彼女の話は抽象的なのか、それとも具体的なのか判然としない。いや、抽象的なんだ。なにか明確な答えを言っているように聞こえたから疑問に思わなかったが、彼女の言っていることは抽象的だし、脱線している。多分これはきっと、思いを伝えようとする言葉ではないのだ。彼女は自分の私情にひどく寄った言葉を吐いたんだ。
後ろ盾はなんなのか、それとは〝彼岸〟だと彼女は言った。それにしても、そんなものこの現実世界に物理的に存在しないではないか。俺はどのような目的を持って、そしてどのような過程を持った組織に所属しているのかということを、明確に教えてもらいたいだけだというのに。
だがーーそれについて問いただすような強い意志を俺は持ち合わせてはいなかった。

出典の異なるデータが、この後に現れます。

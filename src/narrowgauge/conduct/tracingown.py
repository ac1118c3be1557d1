"""A trace of a function that rounds for itself: arrays that tell what NumPy does with them.

There is no duck array where a kernel is called with plain arrays of its format. For the one run that looks for a
difference it is called with a subclass of ndarray, which hands every operation to NumPy as plain arrays, of the same
memory, and tells the trace; the bits are those of the run without.
"""

from __future__ import annotations

from typing import Any

from narrowgauge.conduct.tracing import Trace
from narrowgauge.dispatch.copies import PrivateCopy

__all__ = ["run_traced"]


def run_traced(copy: PrivateCopy, draws: Any, *further: Any, trace: Trace, **keywords: Any) -> Any:
    """Return what `copy.function(draws, *further, **keywords)` returns, as plain arrays, and trace the call.

    `copy` is a fresh one that rounds for itself (`own_copy`); its modules' names for NumPy are exchanged during the
    call, and a place is the innermost line of its modules. `draws` is an array of the kernel's own type in any memory
    layout, which is kept as it is; it is told to the trace, `gave` is left to the caller.
    """
    raise NotImplementedError
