"""Run, judge, and run again until a stopping rule is content."""
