"""What is noted of a trial run, line by line: operations, decisions, what leaves, constants that a format lacks."""

from __future__ import annotations

import math
from collections import Counter
from collections.abc import Iterator, Mapping, Sequence
from typing import Any, Literal, NamedTuple

import numpy as np

from narrowgauge.arithmetic.arithmetic import Arithmetic, arithmetic_named
from narrowgauge.dispatch.setting import Place, Route, Setting, Way

__all__ = ["Constants", "Finding", "Kind", "Notes", "judged"]

Kind = Literal["zero", "infinite", "subnormal", "moved"]
Line = Place | None  # None: outside the user's modules, where array parameters are rounded


class Finding(NamedTuple):
    """What becomes of a constant that the format cannot take well: `ulps` is how far it moves, in its own ulps."""

    kind: Kind
    became: float
    ulps: float


def judged(constant: float, arithmetic: Arithmetic) -> Finding | None:
    """Return what is wrong with a finite constant in an arithmetic: 0, infinite, subnormal, or moved too far.

    Too far is more than half an ulp of the constant itself, 2^(e - p + 1) for 2^e <= |c| < 2^(e + 1), as if exponents
    had no bounds. Rounding to nearest goes that far only where the format's exponents end.
    """
    form = arithmetic.format
    if constant == 0.0 or not math.isfinite(constant):
        return None
    became = float(arithmetic.constant(constant))
    ulps = math.ldexp(abs(constant - became), form.precision - math.frexp(constant)[1])
    if became == 0.0:
        return Finding("zero", 0.0, ulps)
    if math.isinf(became):
        return Finding("infinite", became, ulps)
    if abs(became) < form.min_normal:
        return Finding("subnormal", became, ulps)
    return Finding("moved", became, ulps) if ulps > 0.5 else None


class Constants:
    """Constants of which some arm makes something else, by arm, line and kind: how often each value was met."""

    def __init__(self, arms: Sequence[str]) -> None:
        self._arithmetics = {arm: arithmetic_named(arm) for arm in arms}
        forms = [arithmetic.format for arithmetic in self._arithmetics.values()]
        # Between these every arm rounds a constant to a normal number, at most half an ulp away.
        self._least = max((form.min_normal for form in forms), default=0.0)
        self._most = min((form.max_finite for form in forms), default=math.inf)
        self.found: dict[tuple[str, Line, Kind], Counter[float]] = {}

    def note(self, setting: Setting, constant: Any) -> None:
        """Take note of a plain number, or of every element of a plain array."""
        outliers = dict(self._outliers(constant))
        if not outliers:
            return
        place = setting.where()
        for arm, arithmetic in self._arithmetics.items():
            for number, count in outliers.items():
                finding = judged(number, arithmetic)
                if finding is not None:
                    self.found.setdefault((arm, place, finding.kind), Counter())[number] += count

    def add(self, other: Constants) -> None:
        """Add what another run of the same arm met."""
        for key, values in other.found.items():
            self.found.setdefault(key, Counter()).update(values)

    def fill_in(self, other: Constants) -> None:
        """Add the values that another arm's run alone met, since its control flow went elsewhere."""
        for key, values in other.found.items():
            known = self.found.setdefault(key, Counter())
            known.update({number: count for number, count in values.items() if number not in known})

    def finding(self, arm: str, constant: float) -> Finding:
        """Return what an arm makes of a constant that was found there."""
        found = judged(constant, self._arithmetics[arm])
        assert found is not None  # or it would not have been kept
        return found

    def _outliers(self, constant: Any) -> Iterator[tuple[float, int]]:
        """Yield the numbers that an arm might not hold, with how often each occurs."""
        if not isinstance(constant, np.ndarray):
            try:
                number = float(constant)
            except OverflowError:  # an integer past float64, of which plain NumPy makes no number either
                return
            if number != 0.0 and not self._least <= abs(number) <= self._most:
                yield number, 1
            return
        if constant.dtype.kind not in "iuf":
            return
        size = np.abs(constant.astype(np.float64))
        outside = (size != 0.0) & ((size < self._least) | (size > self._most)) & np.isfinite(size)
        if outside.any():
            values, counts = np.unique(constant[outside], return_counts=True)
            yield from zip(map(float, values), map(int, counts), strict=True)


class Notes:
    """An observer of one run, told apart by line: `ways` counts what left the emulation by the way that it took."""

    def __init__(self, arms: Sequence[str]) -> None:
        self.operations: Counter[tuple[Line, str, Route]] = Counter()
        self.decisions: Counter[Line] = Counter()
        self.affirmed: Counter[Line] = Counter()
        self.ways: Mapping[Way, Counter[Line]] = {"escape": Counter(), "integer": Counter(), "text": Counter()}
        self.constants = Constants(arms)

    def saw(self, setting: Setting, operation: str, route: Route, operands: Sequence[Any], result: Any) -> None:
        """Count one operation."""
        self.operations[setting.where(), operation, route] += 1

    def met(self, setting: Setting, constant: Any) -> None:
        """Note a constant if an arm cannot take it well."""
        self.constants.note(setting, constant)

    def decided(self, setting: Setting, answer: bool) -> None:
        """Count one decision, and whether it was true."""
        place = setting.where()
        self.decisions[place] += 1
        self.affirmed[place] += answer

    def left(self, setting: Setting, way: Way) -> None:
        """Count one value that left."""
        self.ways[way][setting.where()] += 1
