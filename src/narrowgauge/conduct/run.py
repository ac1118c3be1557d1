"""Draw paths, judge, and draw more until every level is settled or the budget ends."""

from __future__ import annotations

import operator
import time
from collections.abc import Callable, Mapping, Sequence
from dataclasses import dataclass
from typing import Protocol

from threadpoolctl import threadpool_limits

from narrowgauge.conduct.trial import examine
from narrowgauge.judge.schemes import LevelJudgement, judge_level
from narrowgauge.kernel.auditfile import AuditFile
from narrowgauge.kernel.loading import KernelSource
from narrowgauge.measure.block import BlockRunner
from narrowgauge.measure.tally import LevelTally
from narrowgauge.record.audit import TrialEntry

__all__ = ["Outcome", "Plan", "Watcher", "run"]

_TIMED_LEVEL = 3  # its first block is run first, to say how long the rest takes; it is kept
_TIMED_PATHS = 32  # of a kernel that is run path by path


@dataclass(frozen=True, slots=True, kw_only=True)
class PlannedLevel:
    """Paths of one level at the first look and at the last."""

    level: int
    steps: int
    paths_first_look: int
    paths_most: int


@dataclass(frozen=True, slots=True, kw_only=True)
class Plan:
    """What an audit will run: path steps count fine and coarse steps of every arm; seconds are an estimate."""

    levels: tuple[PlannedLevel, ...]
    path_steps: int
    most_path_steps: int
    seconds: float
    most_seconds: float


class Watcher(Protocol):
    """Is told how an audit gets on."""

    def planned(self, plan: Plan) -> None:
        """Hear the plan, once, before the measurement."""

    def look(self, number: int, looks: int, levels: Sequence[int], path_steps: int) -> None:
        """Hear that a look begins: which levels draw more paths, and how many path steps that takes."""

    def advanced(self, steps: int) -> None:
        """Hear that so many path steps are done."""


@dataclass(frozen=True, slots=True, kw_only=True)
class Outcome:
    """All that was measured and judged; `alpha` is 1 - confidence of each look."""

    tallies: Mapping[int, LevelTally]
    judgements: Mapping[int, LevelJudgement]
    alpha: float
    trial: TrialEntry


def run(
    file: AuditFile,
    kernel: KernelSource,
    *,
    settled: Callable[[LevelJudgement], bool] = operator.attrgetter("settled"),
    watcher: Watcher | None = None,
) -> Outcome:
    """Measure and judge every level: at `paths`, twice that, four times ... up to `most_paths`, in whole blocks.

    `settled` says whether a level needs no more paths; for an audit, whether no format is undecided on it. Levels that
    are not settled at one look draw more paths for the next; each of J looks has confidence
    1 - (1 - confidence) / J. Raises what the trial before it and the blocks raise.
    """
    with threadpool_limits(limits=1):  # the same sums in the same order, whatever machine
        return _Conductor(file, kernel, settled, watcher).run()


class _Conductor:
    def __init__(
        self,
        file: AuditFile,
        kernel: KernelSource,
        settled: Callable[[LevelJudgement], bool],
        watcher: Watcher | None,
    ) -> None:
        self._file = file
        self._kernel = kernel
        self._settled = settled
        self._watcher = watcher
        self._runner = BlockRunner(file, kernel)
        self._tallies: dict[int, LevelTally] = {}
        self._early: dict[int, LevelTally] = {}

    def run(self) -> Outcome:
        file = self._file
        trial = examine(file, self._kernel, self._runner)
        looks = self._looks()
        alpha = (1 - file.sampling.confidence) / len(looks)
        if self._watcher is not None:
            self._watcher.planned(self._plan(looks))
        judgements: dict[int, LevelJudgement] = {}
        pending = list(file.ladder.levels)
        for number, target in enumerate(looks, start=1):
            self._announce(number, len(looks), pending, target)
            for level in pending:
                self._draw(level, target)
                judgements[level] = judge_level(self._tallies[level], file, alpha)
            pending = [level for level in pending if not self._settled(judgements[level])]
            if not pending:
                break
        return Outcome(tallies=self._tallies, judgements=judgements, alpha=alpha, trial=trial)

    def _looks(self) -> list[int]:
        """Return the paths at which levels are judged: doubled within the budget, each with a block that is new."""
        sampling, looks = self._file.sampling, []
        seen: list[int] = []
        target = sampling.paths
        while target <= sampling.most_paths:
            drawn = [self._rounded_up(level, target) for level in self._file.ladder.levels]
            if drawn != seen:
                looks.append(target)
            seen, target = drawn, 2 * target
        return looks

    def _draw(self, level: int, target: int) -> None:
        """Run whole blocks, in the order of their keys, until a level has at least `target` paths."""
        while (done := self._tallies.get(level)) is None or done.paths < target:
            block = 0 if done is None else done.blocks
            early = self._early.pop(level, None) if block == 0 else None
            tally = early if early is not None else self._runner.run(level, block)
            self._tallies[level] = tally if done is None else done + tally
            if self._watcher is not None:
                self._watcher.advanced(tally.paths * self._steps(level))

    def _steps(self, level: int) -> int:
        """Return the steps that one path takes on a level: fine and coarse, in every arm."""
        ladder = self._file.ladder
        steps = ladder.steps(level) + (ladder.steps(level - 1) if self._runner.coupled(level) else 0)
        return steps * len(self._runner.arms)

    def _announce(self, number: int, looks: int, pending: Sequence[int], target: int) -> None:
        if self._watcher is not None:
            missing = {level: self._rounded_up(level, target) - self._done(level) for level in pending}
            steps = sum(paths * self._steps(level) for level, paths in missing.items())
            self._watcher.look(number, looks, tuple(pending), steps)

    def _done(self, level: int) -> int:
        return self._tallies[level].paths if level in self._tallies else 0

    def _rounded_up(self, level: int, target: int) -> int:
        block = self._runner.paths(level)
        return -(-target // block) * block

    def _plan(self, looks: Sequence[int]) -> Plan:
        """Time the first block of a middle level, which is kept, and say what the rest will take.

        Of a kernel that is run path by path a few paths are timed: a block could take hours.
        """
        levels = tuple(
            PlannedLevel(
                level=level,
                steps=self._file.ladder.steps(level),
                paths_first_look=self._rounded_up(level, looks[0]),
                paths_most=self._rounded_up(level, looks[-1]),
            )
            for level in self._file.ladder.levels
        )
        timed = min(_TIMED_LEVEL, self._file.ladder.finest)
        if self._runner.singly:
            each = self._runner.seconds(timed, _TIMED_PATHS) / (_TIMED_PATHS * self._steps(timed))
        else:
            start = time.perf_counter()
            self._early[timed] = self._runner.run(timed, 0)
            each = (time.perf_counter() - start) / (self._early[timed].paths * self._steps(timed))
        first = sum(one.paths_first_look * self._steps(one.level) for one in levels)
        most = sum(one.paths_most * self._steps(one.level) for one in levels)
        return Plan(
            levels=levels,
            path_steps=first,
            most_path_steps=most,
            seconds=first * each,
            most_seconds=most * each,
        )
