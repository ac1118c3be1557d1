"""Draw paths, judge, and draw more until every level is settled or the budget ends."""

from __future__ import annotations

import functools
import operator
from collections.abc import Callable, Collection, Iterator, Mapping, Sequence
from dataclasses import dataclass
from typing import Protocol

import msgspec

from narrowgauge.conduct.branches import broken_splits
from narrowgauge.conduct.prepare import prepare
from narrowgauge.conduct.scenarios import DomainPlan, domain_plan
from narrowgauge.conduct.stepcosts import with_costs
from narrowgauge.conduct.study import Study, study
from narrowgauge.errors import DispatchError, KernelError, WorkerError
from narrowgauge.judge.schemes import LevelJudgement, judge_level
from narrowgauge.kernel.auditfile import AuditFile
from narrowgauge.kernel.loading import KernelSource
from narrowgauge.measure.arms import REFERENCE, arms_of
from narrowgauge.measure.engines import Engine, SerialEngine
from narrowgauge.measure.store import Ledger
from narrowgauge.measure.tally import LevelTally
from narrowgauge.measure.task import Block, Key, pinned
from narrowgauge.record.audit import TrialEntry
from narrowgauge.record.branches import BranchesEntry
from narrowgauge.record.costs import CostEntry
from narrowgauge.record.draws import DrawsEntry

__all__ = ["Outcome", "Plan", "Watcher", "run"]

_COSTS = "costs"  # in the ledger


@dataclass(frozen=True, slots=True, kw_only=True)
class PlannedLevel:
    """Paths of one level at the first look and at the last."""

    level: int
    steps: int
    paths_first_look: int
    paths_most: int


@dataclass(frozen=True, slots=True, kw_only=True)
class Plan:
    """What an audit will run: path steps count fine and coarse steps of every arm; seconds are an estimate.

    `kept` blocks are there from before; the seconds leave them out, the path steps do not. What scenarios take comes on
    top, as `domain`.
    """

    levels: tuple[PlannedLevel, ...]
    path_steps: int
    most_path_steps: int
    seconds: float
    most_seconds: float
    kept: int = 0
    domain: DomainPlan | None = None


class Watcher(Protocol):
    """Is told how an audit gets on."""

    def planned(self, plan: Plan) -> None:
        """Hear the plan, once, before the measurement."""

    def look(self, number: int, looks: int, levels: Sequence[int], path_steps: int) -> None:
        """Hear that a look begins: which levels draw more paths, and how many path steps that takes."""

    def scenarios(self, number: int, looks: int, scenarios: int, path_steps: int) -> None:
        """Hear that a look at so many scenarios begins, and how many path steps that takes."""

    def advanced(self, steps: int) -> None:
        """Hear that so many path steps are done."""


@dataclass(frozen=True, slots=True, kw_only=True)
class Outcome:
    """All that was measured and judged; `alpha` is 1 - confidence of each look.

    `fingerprints` are those of the processes that measured, each once and in order; `draws` the approximate ones;
    `costs` are measured ones; `branches` is what came of comparing those of a split; `study` is what was looked at
    besides, None where that was stopped or not wanted.
    """

    tallies: Mapping[int, LevelTally]
    judgements: Mapping[int, LevelJudgement]
    alpha: float
    trial: TrialEntry
    fingerprints: tuple[str, ...] = ()
    draws: DrawsEntry | None = None
    costs: dict[str, CostEntry] | None = None
    branches: BranchesEntry | None = None
    study: Study | None = None


def run(
    file: AuditFile,
    kernel: KernelSource,
    *,
    settled: Callable[[LevelJudgement], bool] = operator.attrgetter("settled"),
    watcher: Watcher | None = None,
    engine: Engine | None = None,
    ledger: Ledger | None = None,
    studied: bool = True,
    open_levels: Callable[[Outcome], Collection[int]] | None = None,
) -> Outcome:
    """Measure and judge every level: at `paths`, twice that, four times ... up to `most_paths`, in whole blocks.

    `settled` says whether a level needs no more paths; for an audit, whether no format is undecided on it. Levels that
    are not settled at one look draw more paths for the next; each of J looks has confidence
    1 - (1 - confidence) / J. With `open_levels`, which is told all that is there so far, those that it returns draw
    more instead. `engine` runs the blocks, one after the other in this process unless given; what the `ledger` has is
    not run again, and what is finished is put there. `studied`: when all is measured every number of a few paths is
    looked at. Raises what the trial and the blocks raise.
    """
    with pinned():  # the same sums in the same order, whatever machine
        conductor = _Conductor(
            file, settled, watcher, engine or SerialEngine(file, kernel), ledger, open_levels=open_levels
        )
        return conductor.run(studied=studied)


def _known_costs(ledger: Ledger | None) -> dict[str, CostEntry] | None:
    """Return the costs that an audit measured before it was stopped; the schemes that it weighed hang on them."""
    text = None if ledger is None else ledger.noted(_COSTS)
    return None if text is None else msgspec.json.decode(text, type=dict[str, CostEntry])


class _Conductor:
    def __init__(
        self,
        file: AuditFile,
        settled: Callable[[LevelJudgement], bool],
        watcher: Watcher | None,
        engine: Engine,
        ledger: Ledger | None,
        *,
        open_levels: Callable[[Outcome], Collection[int]] | None,
    ) -> None:
        self._settled, self._open_levels = settled, open_levels
        self._watcher = watcher
        self._engine = engine
        self._ledger = ledger
        self._prepared = engine.call(functools.partial(prepare, costs=_known_costs(ledger)))
        if ledger is not None and self._prepared.costs is not None:
            ledger.note(_COSTS, msgspec.json.encode(self._prepared.costs).decode())
        self._file = with_costs(file, self._prepared.costs)
        self._arms = len(arms_of(file.arms))
        self._tallies: dict[int, LevelTally] = {}
        self._waiting: dict[Key, Block] = {}  # finished, and before their turn
        self._fingerprints: set[str] = set()
        self._names: tuple[int, list[str]] | None = None  # the level of the first block, and its quantities

    def run(self, *, studied: bool) -> Outcome:
        file = self._file
        looks = self._looks()
        alpha = (1 - file.sampling.confidence) / len(looks)
        if self._watcher is not None:
            self._watcher.planned(self._plan(looks))
        judgements: dict[int, LevelJudgement] = {}
        pending = list(file.ladder.levels)
        for number, target in enumerate(looks, start=1):
            self._announce(number, len(looks), pending, target)
            for level in self._drawn(pending, target):
                broken = broken_splits(self._prepared.branches, level)
                judgements[level] = judge_level(self._tallies[level], file, alpha, broken)
            if self._open_levels is None:
                pending = [level for level in pending if not self._settled(judgements[level])]
            else:
                pending = sorted(self._open_levels(self._outcome(judgements, alpha)))
            if not pending:
                break
        return self._outcome(judgements, alpha, studied=studied)

    def _outcome(self, judgements: Mapping[int, LevelJudgement], alpha: float, *, studied: bool = False) -> Outcome:
        return Outcome(
            tallies=self._tallies,
            judgements=judgements,
            alpha=alpha,
            trial=self._prepared.trial,
            fingerprints=tuple(sorted(self._fingerprints)),
            draws=self._prepared.draws,
            costs=self._prepared.costs,
            branches=self._prepared.branches,
            study=self._studied() if studied else None,
        )

    def _studied(self) -> Study | None:
        """Look at what is no part of the measurement, which nothing that happens here may cost."""
        try:
            return self._engine.call(study)
        except (DispatchError, KernelError, WorkerError):
            return None

    def _looks(self) -> list[int]:
        """Return the paths at which levels are judged: doubled within the budget, each with a block that is new."""
        sampling, looks = self._file.sampling, []
        seen: list[int] = []
        target = sampling.paths
        while target <= sampling.most_paths:
            drawn = [self._rounded_up(level, target) for level in self._file.ladder.levels]
            if drawn != seen:
                looks.append(target)
            seen, target = drawn, 2 * target
        return looks

    def _drawn(self, pending: Sequence[int], target: int) -> Iterator[int]:
        """Run the blocks that levels lack to have `target` paths, and yield each level as soon as it has them.

        All blocks of all levels are asked for at once, so that no worker waits for a level or for a judgement.
        """
        last = {level: self._rounded_up(level, target) // self._prepared.paths[level] for level in pending}
        keys = [(level, block) for level in pending for block in range(self._blocks(level), last[level])]
        missing = {key: self._size(key) for key in keys if not self._has(key)}
        for level in pending:
            if self._merged(level, last[level]):
                yield level
        for block in self._engine.blocks(missing) if missing else ():
            self._keep(block)
            if self._merged(block.level, last[block.level]):
                yield block.level

    def _has(self, key: Key) -> bool:
        return key in self._waiting or (self._ledger is not None and key in self._ledger)

    def _keep(self, block: Block) -> None:
        if self._ledger is not None:
            self._ledger.put(block)
        self._waiting[block.level, block.block] = block

    def _merged(self, level: int, last: int) -> bool:
        """Add the blocks of a level whose turn has come, in the order of their keys; return whether it has all."""
        while (number := self._blocks(level)) < last and self._has(key := (level, number)):
            block = self._waiting.pop(key, None)
            if block is None:
                assert self._ledger is not None  # it has the block
                block = self._ledger.block(key)
            done, tally = self._tallies.get(level), block.tally
            self._check_names(tally)
            self._tallies[level] = tally if done is None else done + tally
            self._fingerprints.add(block.fingerprint)
            if self._watcher is not None:
                self._watcher.advanced(self._size(key))
        return self._blocks(level) == last

    def _check_names(self, tally: LevelTally) -> None:
        """Raise KernelError unless a block has the quantities of the first one: a worker knows its own blocks only."""
        first, known = self._names = self._names or (tally.level, list(tally.quantities))
        if set(tally.quantities) != set(known):
            here, there = ", ".join(tally.quantities), ", ".join(known)
            what = f"the kernel returned {here} where level {first} has {there}"
            raise KernelError(what, level=tally.level, arm=REFERENCE)

    def _blocks(self, level: int) -> int:
        return self._tallies[level].blocks if level in self._tallies else 0

    def _size(self, key: Key) -> int:
        return self._prepared.paths[key[0]] * self._steps(key[0])

    def _steps(self, level: int) -> int:
        """Return the steps that one path takes on a level: fine and coarse, in every arm."""
        ladder = self._file.ladder
        steps = ladder.steps(level) + (ladder.steps(level - 1) if self._prepared.coupled[level] else 0)
        return steps * self._arms

    def _announce(self, number: int, looks: int, pending: Sequence[int], target: int) -> None:
        if self._watcher is not None:
            missing = {level: self._rounded_up(level, target) - self._done(level) for level in pending}
            steps = sum(paths * self._steps(level) for level, paths in missing.items())
            self._watcher.look(number, looks, tuple(pending), steps)

    def _done(self, level: int) -> int:
        return self._tallies[level].paths if level in self._tallies else 0

    def _rounded_up(self, level: int, target: int) -> int:
        block = self._prepared.paths[level]
        return -(-target // block) * block

    def _plan(self, looks: Sequence[int]) -> Plan:
        """Say what the measurement will take, from the first block of a middle level: it is run first, and kept."""
        levels = tuple(
            PlannedLevel(
                level=level,
                steps=self._file.ladder.steps(level),
                paths_first_look=self._rounded_up(level, looks[0]),
                paths_most=self._rounded_up(level, looks[-1]),
            )
            for level in self._file.ladder.levels
        )
        each = self._seconds()
        first = sum(one.paths_first_look * self._steps(one.level) for one in levels)
        most = sum(one.paths_most * self._steps(one.level) for one in levels)
        kept = () if self._ledger is None else tuple(self._ledger.kept)
        at_once = each / self._engine.workers
        return Plan(
            levels=levels,
            path_steps=first,
            most_path_steps=most,
            seconds=(first - self._known(kept, looks[0])) * at_once,
            most_seconds=(most - self._known(kept, looks[-1])) * at_once,
            kept=len(kept),
            domain=domain_plan(
                self._file,
                self._prepared.speed,
                self._engine.workers,
                () if self._ledger is None else self._ledger.kept_looks,
            ),
        )

    def _seconds(self) -> float:
        """Return the time of one step of one path."""
        prepared = self._prepared
        if prepared.seconds is not None:
            return prepared.seconds / self._steps(prepared.timed_level)
        key = (prepared.timed_level, 0)
        if self._ledger is not None and key in self._ledger:
            timed = self._ledger.block(key)
        else:
            (timed,) = self._engine.blocks({key: self._size(key)})
            self._keep(timed)
        return timed.seconds / self._size(key)

    def _known(self, kept: Sequence[Key], target: int) -> int:
        """Return the path steps up to a look that need not be run again."""
        return sum(
            self._size((level, block))
            for level, block in kept
            if block * self._prepared.paths[level] < self._rounded_up(level, target)
        )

いやーーそんな表面だけのことなど、全く無意味なモノではないのかという気さえしてきていた。
俺に残された手段は、正体不明の存在である幸川の話を黙って聞くことくらいだった。
彼女の話を聞いて一つだけ解ったが、〝彼岸〟に属する存在というモノーーつまり幸川叶江のような人物は、常人と呼べる人間にとっては全く理解できないものであるということくらいだ。彼女の話を聞いて、明確に思う。彼女のようなタイプの人間を、俺は山ほど組織で見てきた。リーダーも、たまにこんな風に意味の解らないことを言う。それは俺も同じことだ。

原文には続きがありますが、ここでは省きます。